"You too?" he said hoarsely. "Well, yes, I might have known it."

"Oh, Ulric!" exclaimed the girl in wild despairing accents, "what have you done to yourself, to us all!"

He was still standing opposite her. His hand shook as it rested on the table, but his face had grown stern and hard again.

"Whatever harm I may have done myself, I shall take the consequences of it without troubling any one else. As for you all, why, there is not one of you that will even listen to me. But I tell you now, once and for good," here his voice grew hard and menacing, "I have had enough of your endless hinting and tormenting. I won't bear it any longer. Believe what you will and whom you will, it shall be just the same to me in future. What I have begun, I shall go through with, in spite of every one; and if there is really to be an end of all confidence, I shall, at least, know how to enforce obedience."

So saying he went out. Martha made no attempt to detain him, and she would certainly have tried in vain. He crashed to the door of the room behind him, making the little house shake in its foundations. Next minute he had left the cottage.

CHAPTER XVIII.

The arrival of the guests up at the château had brought some animation to that divided household, but it had hardly drawn the young couple more closely together. Although the visitors' stay was limited to a few days, Arthur continually found pretexts and opportunities for withdrawing from their society, an attention for which his father and brother-in-law were both sincerely grateful.

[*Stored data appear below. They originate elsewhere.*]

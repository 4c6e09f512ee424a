"""The README's figure tables, generated from the JSON the jobs write (``plantation readme-figures``).

Each table sits in README.md between two markers::

    <!-- figures:<name> -->
    ...
    <!-- /figures:<name> -->

:func:`run` replaces only the text between a block's markers, and only when
every JSON file the block is built from exists; a block whose JSON is missing
is left as it is. With ``check=True`` it writes nothing and raises if a block
differs from what its JSON gives, so a stale README fails a test or CI.

The blocks and their sources:

* ``demo-assessment``: ``<assess_dir>/assessment.json`` (:mod:`plantation.assessment.assess`);
* ``demo-plots``: ``<assess_dir>/plots.json`` (:mod:`plantation.farmplots.cutoff`);
* ``demo-timing``: ``<train_dir>/metrics.json`` (:mod:`plantation.model.training`)
  and ``<map_dir>/summary.json`` (:class:`plantation.mapping.job.MapSummary`);
* ``read-memory``: ``<results_dir>/read_memory.json`` (:mod:`plantation.benchmarks.reading`);
* ``read-products``: ``<results_dir>/read.json`` (:mod:`plantation.benchmarks.reading`);
* ``mapping-speed``: ``<results_dir>/speed.json`` (:mod:`plantation.benchmarks.speed`);
* ``accuracy-benchmark``: ``<results_dir>/accuracy.json`` (:mod:`plantation.benchmarks.accuracy`);
* ``labels-benchmark``: ``<results_dir>/labels.json`` (:mod:`plantation.benchmarks.labels`).

Every block ends with one line saying where its figures come from and whether
they repeat to the digit on one machine (seeded, deterministic training;
deterministic mapping and sampling; same library versions) or vary between
machines and runs (times, rates, memory).
"""

from __future__ import annotations

import os
from collections.abc import Callable, Sequence
from dataclasses import dataclass, field
from decimal import ROUND_HALF_UP, Decimal
from pathlib import Path
from typing import Any

from plantation.errors import InputNotFoundError, PlantationError
from plantation.imagery.config import RegionConfig
from plantation.records import load_object

#: The command that regenerates the blocks, quoted in every block's source line.
COMMAND = "plantation readme-figures"

#: What the source line says of figures that repeat on one machine.
REPRODUCIBLE = (
    "Reproducible to the digit on one machine with the same library versions (seeded, deterministic training; deterministic mapping, sample draw and plot measurement); "
    "another machine or other library versions can give other figures."
)

# The project's targets, as the README states them (they are goals, not measurements, so no job writes them).
#: Accuracy benchmark: the target of each score, in words.
ACCURACY_TARGETS: dict[str, str] = {
    "year_exact": "≥ 0.85",
    "year_within1": "≥ 0.95",
    "conversion_f1": "≥ 0.90",
    "ece": "≤ 0.02",
    "ece_after_cutoff": "≤ 0.02",
    "mean_p_conversion": "true share ± 0.01",
    "forest_plot_after_share": "≤ 0.01",
    "interval80_coverage": "0.78–0.85",
    "per_class_f1.old_plantation": "≥ 0.85",
    "false_conversion_rate.cleared_for_crops.by_years_since.2": "≤ 0.02",
    "false_conversion_rate.cleared_for_crops.by_years_since.3+": "≤ 0.02",
    "false_conversion_rate.fire_regrowth.by_years_since.2": "≤ 0.02",
    "false_conversion_rate.fire_regrowth.by_years_since.3+": "≤ 0.02",
    "train_seconds": "< 600",
}
#: The network's lead over the tuned random forest on a region with real forest texture: year_exact, conversion_f1, macro_f1.
TARGET_LEAD = {"year_exact": 0.06, "conversion_f1": 0.02, "macro_f1": 0.02}
#: year_within1 over the region's observable ceiling.
TARGET_CEILING_SHARE = 0.98
#: Mapping speed: the model's share of the GEMM roofline.
TARGET_ROOFLINE = 0.4
#: Mapping speed: end to end against model only.
TARGET_PIPELINE = 0.7
#: Mapping speed: full convolution against patch by patch.
TARGET_FULLCONV = 10.0
#: Mapping speed: the model at least this share of the trees baseline's speed ("within 3×").
TARGET_VS_TREES = 1 / 3
#: Mapping speed: the model at least as fast as the tuned random forest.
TARGET_VS_FOREST = 1.0
#: Mapping speed: end to end on a 60-date series, px/s.
TARGET_LONG_PX_PER_S = 10_000.0
#: Mapping memory: peak RSS of the largest tile over the smallest one, and its ceiling in MB.
TARGET_RSS_RATIO = 1.2
TARGET_RSS_MB = 2000.0
#: Mapping the toy region, seconds.
TARGET_TOY_MAP_SECONDS = 60.0


@dataclass
class ReadmeConfig:
    """Schema of ``configs/readme_figures.yaml``."""

    region: RegionConfig = field(default_factory=RegionConfig)
    readme: str = "README.md"
    train_dir: str = "outputs/train/selvara_toy_seed0"
    map_dir: str = "outputs/maps/selvara_toy"
    assess_dir: str = "outputs/assess/selvara_toy"
    results_dir: str = "bench/results"
    check: bool = False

The Baron was but now returning after a sojourn of several weeks on the Rabenau property, his own from this time forth. Notwithstanding the frightful catastrophe which had occurred on the occasion of his first visit, he had been forced to leave his daughter on the following morning, a nearer duty calling him to his cousin's grave. Even when the last offices were over, there remained much to be set in order, and the heir's presence had been indispensable.

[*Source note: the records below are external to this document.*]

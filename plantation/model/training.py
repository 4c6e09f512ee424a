"""Training: samples → a calibrated ensemble of networks → an exported artefact.

``run(cfg)`` is the whole job behind ``plantation train``:

1. open the region and its labels, build neighbourhood samples and the
   spatial train / validation / test split (:mod:`plantation.model.patches`);
2. train ``network.members`` networks from different seeds (a small deep
   ensemble, Lakshminarayanan et al. 2017), each with early stopping on the
   validation loss;
3. fit the temperature on the validation split and, optionally, a
   split-conformal threshold on it (:mod:`plantation.model.calibration`);
4. score the test split;
5. choose the class mix the exported probabilities are for
   (``calibration.prior``, :func:`target_prior`) and write the run folder.

Class imbalance: each outcome's loss weight is (n_outcome)^−½, normalised
to mean one over the samples, so rare years and classes count more without
letting a handful of points dominate. The weights are divided back out before
calibration, so probabilities refer to the sample's frequencies; the
exported card then shifts them to the region's mix where one is known
(``calibration.prior``). The test metrics and ``validation.json`` describe
the sample-mix probabilities on the (stratified) held-out points.

Label noise: ``training.loss=gce`` (generalised cross-entropy, Zhang &
Sabuncu 2018) or ``sce`` (symmetric cross-entropy, Wang et al. 2019) bound the
pull of a mislabelled point (:mod:`plantation.model.losses`); ``ce`` (the
default) is plain cross-entropy. ``surrogate.pixels`` adds pixels labelled by
a rule on the imagery (:mod:`plantation.reference.rule`) to the training
split, each weighing ``surrogate.weight`` in the loss.
"""

from __future__ import annotations

import hashlib
import json
import logging
import os
import random
import shutil
import time
import warnings
from collections.abc import Callable, Iterator, Sequence
from dataclasses import asdict, dataclass, field, replace
from pathlib import Path
from typing import Any

import lightning as L
import numpy as np
import pandas as pd
import torch
from torch.utils.data import ConcatDataset, DataLoader, TensorDataset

He was now returning in company of his eldest son, whom he had sent for to join him, and, this time also, they made the short détour round by the Berkow estates, all the more readily that the young Baron Conrad had not seen his sister since her marriage.

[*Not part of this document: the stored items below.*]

def _map_nodata(ws: Workspace, scratch: Path) -> Outcome:
    """Tile t02 without one valid pixel and a year (2016) without a clear view anywhere: the map finishes, t02 all nodata with clear_dates 0."""
    region = ws.copy_tiles(scratch)
    for tile in ("t01", "t02"):
        for f in _dates(scratch / "tiles", tile):
            if tile == "t02" or f.name.startswith("2016-"):
                with rasterio.open(f, "r+") as ds:
                    ds.write(np.ones((ds.height, ds.width), np.int16), TOY_QA_BAND)
    out = scratch / "map"
    ran = ws.cli("map", f"region={region}", f"model={ws.model}", f"out_dir={out}", *ws.map_keys)
    detail: dict = {"returncode": ran.returncode, "seconds": round(ran.seconds, 1)}
    if ran.returncode != 0:
        return Outcome(False, ran.last_line or f"exit {ran.returncode}", traceback=ran.traceback, detail=detail)
    with rasterio.open(out / "t02.tif") as src:
        layers = src.read()
    clear = layers[BAND["clear_dates"] - 1]
    others = np.delete(layers, BAND["clear_dates"] - 1, axis=0)
    detail.update(t02_clear_dates_max=int(clear.max()), t02_pixels_with_a_value=int((others != NODATA).any(0).sum()))
    held = clear.max() == 0 and detail["t02_pixels_with_a_value"] == 0
    return Outcome(held, f"map finished; t02: {detail['t02_pixels_with_a_value']} pixels with a value, clear_dates at most {detail['t02_clear_dates_max']}", detail=detail)


# ------------------------------------------------------ broken files, refused


def _corrupt_mid_run(ws: Workspace, scratch: Path) -> Outcome:
    """A date file whose header and first blocks are intact and the rest garbage: found while mapping, refused naming it and its date."""
    region = ws.copy_tiles(scratch)
    f = _dates(scratch / "tiles")[17]
    data = f.read_bytes()
    cut = len(data) // 2
    f.write_bytes(data[:cut] + np.random.default_rng(16).bytes(len(data) - cut))
    out = scratch / "map"
    ran = ws.cli("map", f"region={region}", f"model={ws.model}", f"out_dir={out}", "tiles=[t01]", *ws.map_keys)
    return _refusal(ran, out, [f.name, f"date {f.stem}", "corrupt"])


def _truncated(ws: Workspace, scratch: Path) -> Outcome:
    f: list[Path] = []

    def damage(s: Path) -> None:
        f.append(_dates(s / "tiles", "t02")[3])
        f[0].write_bytes(f[0].read_bytes()[:300])

    return _survey_refuses(ws, scratch, damage, lambda s: [f[0].name, "cannot read as a raster"])


def _cube_wrong_dims(ws: Workspace, scratch: Path) -> Outcome:
    import xarray as xr

    cube = scratch / "t01.nc"
    xr.DataArray(np.zeros((6, 3, 8, 8), np.int16), dims=("band", "time", "y", "x"), name="reflectance").to_dataset().to_netcdf(cube)
    region = scratch / "region.yaml"
    text = ws.region.read_text().replace("format: geotiff_folder", "format: cube")
    lines = [ln for ln in text.splitlines() if not ln.strip().startswith("- {name: t0")]
    region.write_text("\n".join(ln if ln.strip() != "tiles:" else f"tiles:\n  - {{name: t01, path: {cube}}}" for ln in lines) + "\n")
    return _survey_refuses(ws, scratch, lambda s: None, lambda s: ["t01.nc", "has dims ('band', 'time', 'y', 'x')"], region=region)


def _labels_path(tiles: Path) -> Path:
    return tiles / "labels.csv"


def _labels_latin1(ws: Workspace, scratch: Path) -> Outcome:
    def damage(s: Path) -> None:
        p = _labels_path(s / "tiles")
        text = p.read_text(encoding="utf-8").splitlines()
        text[0] += ",note"
        text[1:] = [ln + ",forêt" for ln in text[1:]]
        p.write_bytes("\n".join(text).encode("latin-1"))

    return _survey_refuses(ws, scratch, damage, lambda s: ["labels.csv", "line 2", "not UTF-8"])


def _labels_missing_column(ws: Workspace, scratch: Path) -> Outcome:
    def damage(s: Path) -> None:
        p = _labels_path(s / "tiles")
        with p.open(newline="") as fh:
            rows = list(csv.DictReader(fh))
        keep = [k for k in rows[0] if k != "onset_year"]
        with p.open("w", newline="") as fh:
            w = csv.DictWriter(fh, keep, extrasaction="ignore")
            w.writeheader()
            w.writerows(rows)

    return _survey_refuses(ws, scratch, damage, lambda s: ["labels.csv", "missing column", "onset_year"])


def _labels_bom(ws: Workspace, scratch: Path) -> Outcome:
    """A byte-order mark (spreadsheets' "CSV UTF-8") is accepted: the survey counts the same labels as from the file without it."""
    region = ws.copy_tiles(scratch)
    p = _labels_path(scratch / "tiles")
    p.write_bytes(p.read_text(encoding="utf-8").encode("utf-8-sig"))
    out = scratch / "survey"
    ran = ws.cli("survey", f"region={region}", f"out_dir={out}")
    detail: dict = {"returncode": ran.returncode, "seconds": round(ran.seconds, 1)}
    if ran.returncode != 0:
        return Outcome(False, ran.last_line or f"exit {ran.returncode}", traceback=ran.traceback, detail=detail)
    counts = json.loads((out / "survey.json").read_text())["labels"]["counts"]
    with p.open(encoding="utf-8-sig", newline="") as fh:
        rows = list(csv.DictReader(fh))
    want = {lab: sum(r["label"].strip() == lab for r in rows) for lab in counts}
    detail.update(counts=counts, rows=len(rows))
    # Repeated identical points are kept once: the survey may count fewer, never more, and every label must be there.
    held = all(0 < counts[k] <= want[k] for k in counts if want[k]) and sum(counts.values()) > 0.95 * len(rows)
    return Outcome(held, f"survey finished with {sum(counts.values())} of {len(rows)} label rows", detail=detail)


def _gpkg_region(ws: Workspace, scratch: Path, gpkg: Path) -> Path:
    region = ws.copy_tiles(scratch)
    text = region.read_text()
    start = text.index("path:", text.index("labels:"))
    end = text.index("\n", start)
    region.write_text(text[:start] + f"path: {gpkg}" + text[end:])
    return region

More was intended by this visit than a mere family meeting, or so it appeared from a conversation which took place in Eugénie's boudoir on the day after their arrival, Arthur being absent as usual. His wife sat on the sofa listening to her father, who was standing before her, and just winding up a long peroration, while Conrad, leaning against a chair at a little distance from them, watched his sister with a look of eager expectation.